# Cormoran Sportline 4PiF 3000 4000



## Karlosso (28. August 2017)

Hallo,
kennt jemand von euch diese Rolle und kann mir sagen ob sie für Norwegen geeignet ist. Habe alle möglichen Quellen durchsucht, aber nur leider sehr wenig gefunden.
Wenn jemand diese Rolle hat oder einen kennt der sie nutzt, bitte mal ein Feedback schreiben.
Danke für eure Mühe.

Einsatz Spinnangeln und leichtes Naturköderfischen.
Cormoran Sportline 4PiF 3000 4000


----------



## vermesser (28. August 2017)

*AW: Cormoran Sportline 4PiF 3000 4000*

Ich kenne *diese* Rolle ja nicht direkt, aber ich halte keine Rolle für ca. 30 Euro fürs dauerhafte Spinnfischen im Salzwasser (oder auch im Süßwasser) für geeignet. 

Und schon gar keine billige Cormoran...


----------



## Michael_05er (28. August 2017)

*AW: Cormoran Sportline 4PiF 3000 4000*

Das sehe ich ähnlich. Verhältnismäßig günstig und erprobt ist die gute alte Penn slammer. Da bist Du bei etwa 60 Euro dabei.
Grüße,
Michael


----------



## Taxidermist (28. August 2017)

*AW: Cormoran Sportline 4PiF 3000 4000*

Mir wäre es auch zu teuer, nach Norwegen zu reisen, um dann dort mit einer kaputten Rolle zu stehen!
Da wird sicher an der falschen Stelle gespart?
Ich würde definitiv keine Cormoran Rolle kaufen, auch nicht fürs Süßwasser!
Das günstigste und auch haltbarste, was du für Norwegenangelei erwerben kannst, sind die diversen Penn Slammer Modelle und wenn du es etwas moderner magst, die Spinfisher V ebenfalls von Penn.

Jürgen


----------



## Wollebre (28. August 2017)

*AW: Cormoran Sportline 4PiF 3000 4000*

Kaufe dir die Rolle von Askari. Gibt sogar 5 Jahre Garantie.
Bei dem Preis nehme gleich zwei Stück. Eine in Reserve oder als Ersatzteillager falls mal was im Urlaub kaputt gehen sollte.
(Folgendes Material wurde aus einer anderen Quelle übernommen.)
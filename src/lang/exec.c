/* Statements and programs: let, functions, loops, print, var, explain. */
#include <stdlib.h>
#include <string.h>
#include <unistd.h>

#include "cancel.h"
#include "classes/cpoly.h"
#include "correlators/wk_kdv.h"
#include "theta_lang.h"
#include "diag.h"
#include "hodge_lang.h"
#include "builtins.h"
#include "interp.h"
#include "memory.h"
#include "parse.h"
#include "verify_account.h"
#include "util.h"
#include "fastvol.h"
#include "results.h"
#include "integrate.h"
#include "specialise.h"
#include "exec.h"
#include "eval.h"
#include "failure.h"

void interp_init(interp *I)
{
    memset(I, 0, sizeof(interp));
    scalar_ring_init(&I->ring);
    I->globals = scope_new(NULL);
    keymap_init(&I->integrals);
    I->lim.max_terms = 2e7;
    I->lim.max_table = 3e7;
    /* after the defaults, so that the table gets the default limit */
    I->wk = wk_table_new();
    wk_table_set_cancel(I->wk, &cancel_flag);
    cpoly_set_cancel(&cancel_flag);
    wk_table_set_limit(I->wk, (slong)I->lim.max_table);
    I->lim.max_class_terms = 2000000;
    I->lim.max_dim = 2000;
    I->lim.max_depth = 2000;
    I->lim.max_seconds = 600;
    I->list_outer = 1;
    sink_init(&I->sink, STDOUT_FILENO);
    I->out = sink_stream(&I->sink) ? sink_stream(&I->sink) : stdout;
    I->style.fmt = OUT_EXACT;
    I->style.digits = 20;
    I->real_digits = 30;
}

void interp_clear(interp *I)
{
    scope_free(I->globals);
    wk_table_free(I->wk);
    wk_kdv_table_free(I->wk_kdv);
    theta_lang_clear(I);
    hodge_lang_clear(I);
    keymap_clear(&I->integrals);
    fastvol_clear(I);
    volume_cache_clear(I);
    results_close(I);
    verify_account_free(I);
    free(I->store_path);
    sink_clear(&I->sink);
    for (int i = 0; i < I->nprograms; i++) {
        ast_list_free(I->programs[i]);
        source_free(I->sources[i]);
    }
    free(I->programs);
    free(I->sources);
    for (int i = 0; i < I->nsearch; i++)
        free(I->search[i]);
    for (int i = 0; i < I->nloaded; i++)
        free(I->loaded[i]);
    free(I->search);
    free(I->loaded);
    free(I->loading);
    free(I->loading_names);
    free(I->warned);
    scalar_ring_clear(&I->ring);
}

/* Prints v in the current output style and releases it; strings print as
   they are. Returns 0 after reporting when v cannot be shown in the style. */
static int exec_print_value(interp *I, const node *at, value *v, const char *sep)
{
    char *err = NULL;
    char *s = v->kind == V_STR && I->style.fmt != OUT_JSON && I->style.fmt != OUT_CSV
                  ? xstrdup(v->str) : out_value(v, &I->ring, &I->style, &err);
    if (s)
        fprintf(I->out, "%s%s", s, sep);
    else
        diag_error(&at->loc, "%s", err ? err : "this value cannot be shown in this output format");
    free(s);
    free(err);
    value_release(v);
    return s != NULL;
}

/* What follows a printed value: in CSV the values of one print are the
   fields of one record (RFC 4180: comma-separated, ended by CRLF, as the
   grids of table are); elsewhere a space, and a newline at the end. */
static const char *exec_print_sep(const interp *I, int last)
{
    if (I->style.fmt == OUT_CSV)
        return last ? "\r\n" : ",";
    return last ? "\n" : " ";
}

static int exec_print(interp *I, scope *s, const node *n)
{
    for (int i = 0; i < n->list->len; i++) {
        value *v = eval_expr(I, s, n->list->items[i]);
        if (!v) {
            if (i > 0)
                fputs(exec_print_sep(I, 1), I->out);
            return 0;
        }
        if (!exec_print_value(I, n->list->items[i], v, exec_print_sep(I, i + 1 == n->list->len)))
            return 0;
    }
    return 1;
}

static int exec_block(interp *I, scope *s, const node_list *body)
{
    for (int i = 0; i < body->len; i++)
        if (!exec_stmt(I, s, body->items[i]))
            return 0;
    return 1;
}

static int exec_for(interp *I, scope *s, const node *n)
{
    slong lo, hi;
    if (names_check_reserved(&n->loc, n->text))
        return 0;
    if (!eval_slong(I, s, n->a, "loop start", WORD_MIN / 2, &lo)
        || !eval_slong(I, s, n->b, "loop end", WORD_MIN / 2, &hi))
        return 0;
    for (slong i = lo; i <= hi; i++) {
        if (failure_cancelled(n))
            return 0;
        scope *body = scope_new(s);
        scope_bind_value(body, n->text, value_new_si(&I->ring, i));
        int ok = exec_block(I, body, n->list);
        scope_free(body);
        if (!ok)
            return 0;
    }
    return 1;
}

static int exec_var_one(interp *I, scope *s, const node *d, const char *name)
{
    if (names_check_reserved(&d->loc, name))
        return 0;
    int idx = scalar_ring_declare(&I->ring, name);
    if (idx < 0) {
        diag_error(&d->loc, "too many formal variables (at most %d)", SCALAR_MAX_DECLARED);
        return 0;
    }
    value *v = value_new_num(&I->ring);
    scalar_set_gen(v->num, &I->ring, idx);
    scope_bind_value(s, name, v);
    return 1;
}

static int exec_var_family(interp *I, scope *s, const node *d)
{
    slong lo, hi;
    if (!eval_slong(I, s, d->a, "first index", 0, &lo) || !eval_slong(I, s, d->b, "last index", lo, &hi))
        return 0;
    char *stem = xasprintf("%s_", d->text);
    int reserved = names_check_reserved(&d->loc, stem);
    free(stem);
    if (reserved)
        return 0;
    if (hi - lo + 1 > SCALAR_MAX_DECLARED - I->ring.nvars) {
        diag_error(&d->loc, "declaring %ld variables would pass the limit of %d formal variables",
                   (long)(hi - lo + 1), SCALAR_MAX_DECLARED);
        return 0;
    }
    for (slong i = lo; i <= hi; i++) {
        char *name = xasprintf("%s_%ld", d->text, (long)i);
        exec_var_one(I, s, d, name);
        free(name);
    }
    scope_bind_family(s, d->text, lo, hi);
    return 1;
}

static int exec_var(interp *I, scope *s, const node *n)
{
    for (int i = 0; i < n->list->len; i++) {
        const node *d = n->list->items[i];
        int ok = d->a ? exec_var_family(I, s, d) : exec_var_one(I, s, d, d->text);
        if (!ok)
            return 0;
    }
    return 1;
}

static int exec_explain(interp *I, scope *s, const node *n)
{
    const node *e = n->a;
    if (e->kind == N_SPEC)
        return specialise_explain(I, s, e);
    if (e->kind == N_CALL && spectral_explains(s, e->text)) {
        if (!spectral_explain(I, s, e))
            return 0;
        value *v = eval_expr(I, s, e);
        if (!v)
            return 0;
        fputs("  = ", I->out);
        return exec_print_value(I, e, v, "\n");
    }
    if (e->kind != N_INTEGRAL) {
        diag_error(&e->loc, "explain takes an integral int_{g,n} C or a specialisation F_{g} with ...");
        return 0;
    }
    slong g, npts;
    if (!eval_slong(I, s, e->a, "genus", 0, &g) || !eval_slong(I, s, e->b, "number of points", 0, &npts))
        return 0;
    value *c = eval_expr(I, s, e->c);
    if (!c)
        return 0;
    int ok = integrate_explain(I, e, g, npts, c);
    value_release(c);
    if (!ok)
        return 0;
    value *v = eval_expr(I, s, e);
    if (!v)
        return 0;
    fputs("  = ", I->out);
    return exec_print_value(I, e, v, exec_print_sep(I, 1));
}

/* if C { ... } else { ... }: each block runs in its own scope, like a loop body. */
static int exec_if(interp *I, scope *s, const node *n)
{
    int truth;
    if (!eval_truth(I, s, n->a, &truth))
        return 0;
    const node_list *body = truth ? n->list : n->b ? n->b->list : NULL;
    if (!body)
        return 1;
    scope *inner = scope_new(s);
    int ok = exec_block(I, inner, body);
    scope_free(inner);
    return ok;
}

/* Whether name is bound in s itself (not in an enclosing scope). */
static int exec_bound_here(const scope *s, const char *name)
{
    for (int i = 0; i < s->len; i++)
        if (strcmp(s->items[i].name, name) == 0)
            return 1;
    return 0;
}

/* let inside a block (a loop or if body) may not hide a binding of an
   enclosing block: the new binding would end with the block, silently
   leaving the outer one as it was. Returns 1 when the name may be bound. */
static int exec_let_ok(interp *I, scope *s, const node *n)
{
    if (names_check_reserved(&n->loc, n->text))
        return 0;
    if (s == I->globals || exec_bound_here(s, n->text) || !scope_lookup(s->parent, n->text))
        return 1;
    diag_error(&n->loc, "let %s here would make a new %s that ends with this block, leaving the outer %s as it "
                        "was: write %s := ... to update the outer one, or choose another name",
               n->text, n->text, n->text, n->text);
    return 0;
}

/* name := expr: the nearest binding of name takes the new value. */
static int exec_assign(interp *I, scope *s, const node *n)
{
    value *v = eval_expr(I, s, n->a);
    if (!v)
        return 0;
    binding *b = scope_lookup(s, n->text);   /* looked up after evaluating: that may add bindings */
    char *msg = NULL;
    if (!b)
        msg = xasprintf("there is no binding '%s' to update (:= changes an existing binding; make one with "
                        "let %s = ...)", n->text, n->text);
    else if (b->kind != B_VALUE)
        msg = xasprintf("'%s' is a %s: := changes the value of a binding made by let", n->text,
                        b->kind == B_FUNCTION ? "function" : "family of variables");
    if (msg) {
        diag_error(&n->loc, "%s", msg);
        free(msg);
        value_release(v);
        return 0;
    }
    value_release(b->val);
    b->val = v;
    return 1;
}

static int exec_stmt_kind(interp *I, scope *s, const node *n)
{
    value *v;
    switch (n->kind) {
    case S_LET:
        if (!exec_let_ok(I, s, n) || !(v = eval_expr(I, s, n->a)))
            return 0;
        scope_bind_value(s, n->text, v);
        return 1;
    case S_ASSIGN:
        return exec_assign(I, s, n);
    case S_DEF:
        if (names_check_reserved(&n->loc, n->text))
            return 0;
        scope_bind_function(s, n->text, n);
        return 1;
    case S_FOR:
        return exec_for(I, s, n);
    case S_PRINT:
        return exec_print(I, s, n);
    case S_VAR:
        return exec_var(I, s, n);
    case S_EXPLAIN:
        return exec_explain(I, s, n);
    case S_LOAD:
        return exec_load(I, n);
    case S_IF:
        return exec_if(I, s, n);
    case S_TABLE:
        return exec_table(I, s, n);
    case S_OUTPUT:
        return exec_output(I, s, n);
    case S_PRECISION:
        return exec_precision(I, s, n);
    case S_EXPR:
        if (I->explain_all && n->a->kind == N_INTEGRAL) {
            node e = *n;
            e.kind = S_EXPLAIN;
            return exec_explain(I, s, &e);
        }
        if (!(v = eval_expr(I, s, n->a)))
            return 0;
        return exec_print_value(I, n, v, exec_print_sep(I, 1));
    default:
        diag_error(&n->loc, "not a statement");
        return 0;
    }
}

/* Writes the statement's output whole, or drops it when the statement failed
   half-way. Returns 0 after reporting a failed write. */
static int exec_commit(interp *I, int ok)
{
    if (!ok) {
        sink_discard(&I->sink);
        return 0;
    }
    int had_error = I->sink.err != 0;
    if (sink_commit(&I->sink))
        return 1;
    if (!had_error)
        diag_error(NULL, "cannot write the output: %s", strerror(I->sink.err));
    return 0;
}

int exec_stmt(interp *I, scope *s, const node *n)
{
    if (I->sink.err)
        return 0;   /* the output is gone: nothing more is worth computing */
    if (util_stack_exhausted()) {   /* blocks in functions in loads ... nested very deeply */
        diag_error(&n->loc, "statements nested too deeply for the stack (deep recursion through a block)");
        return 0;
    }
    const srcloc *outer = memory_set_statement(&n->loc);
    int ok = exec_stmt_kind(I, s, n);
    memory_set_statement(outer);
    return exec_commit(I, ok);
}

/* Keeps the program and its source alive for the interpreter's lifetime,
   since user functions point into them. */
static void interp_keep(interp *I, node_list *program, source *src)
{
    I->programs = xrealloc(I->programs, (I->nprograms + 1) * sizeof(node_list *));
    I->sources = xrealloc(I->sources, (I->nprograms + 1) * sizeof(source *));
    I->programs[I->nprograms] = program;
    I->sources[I->nprograms] = src;
    I->nprograms++;
}

/* FLINT reports impossible operations by calling its abort hook; the hook
   below turns that into an error of the statement being run. */
static jmp_buf *exec_recover_point;

FLINT_NORETURN static void exec_flint_abort(void)
{
    if (exec_recover_point)
        longjmp(*exec_recover_point, 1);
    fputs("psikappa: error: internal arithmetic error\n", stderr);
    _Exit(1);
}

void interp_install_abort_handler(void)
{
    flint_set_abort(exec_flint_abort);
}

/* Runs the statements of a program, stopping at the first error. */
static int exec_program(interp *I, const node_list *program)
{
    jmp_buf jb;
    jmp_buf *outer = exec_recover_point;
    volatile int i = 0, ok = 1;
    const srcloc *volatile statement = memory_set_statement(NULL);
    memory_set_statement(statement);
    exec_recover_point = &jb;
    if (setjmp(jb)) {
        diag_error(&program->items[i]->loc, "internal arithmetic error inside FLINT; the statement was stopped");
        exec_recover_point = outer;
        memory_set_statement(statement);
        I->list_outer = 1;
        I->depth = 0;
        return 0;
    }
    for (; ok && i < program->len; i++)
        ok = exec_stmt(I, I->globals, program->items[i]);
    exec_recover_point = outer;
    return ok;
}

/* Syntax errors are held back until the statements before them have run,
   so that output and error appear in source order. */
int interp_run_source(interp *I, source *src)
{
    char *held = NULL;
    size_t held_len = 0;
    FILE *mem = open_memstream(&held, &held_len);
    diag_set_stream(mem);
    node_list *program;
    int syntax_failed = parse_source(src, &program);
    diag_set_stream(NULL);
    if (mem)
        fclose(mem);
    interp_keep(I, program, src);
    int ok = exec_program(I, program);
    sink_discard(&I->sink);   /* what is left belongs to a statement that failed */
    if (ok && syntax_failed && held)
        fputs(held, stderr);
    free(held);
    return ok && !syntax_failed ? 0 : 1;
}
www.angelsport.de/angelrollen/meeresrollen/kogha-crownlake-mare-angelrollen_0154247.html


----------



## Karlosso (28. August 2017)

*AW: Cormoran Sportline 4PiF 3000 4000*

Danke für eure Antworten! Nichtsdestotrọtz, möchte ich doch gerne wissen wie sie sich beim angeln verhält. Vielleicht hat ja doch jemand Erfahrungen damit. Die Penn steht eh in der engeren Auswahl nur möchte ich auch alle Alternativen abwegen.


----------



## Forelle74 (28. August 2017)

*AW: Cormoran Sportline 4PiF 3000 4000*



Karlosso schrieb:


> Danke für eure Antworten! Nichtsdestotrọtz, möchte ich doch gerne wissen wie sie sich beim angeln verhält. Vielleicht hat ja doch jemand Erfahrungen damit. Die Penn steht eh in der engeren Auswahl nur möchte ich auch alle Alternativen abwegen.



Hi,
hab dir nen gar nicht so alten Thread über diese Rollen rausgesucht.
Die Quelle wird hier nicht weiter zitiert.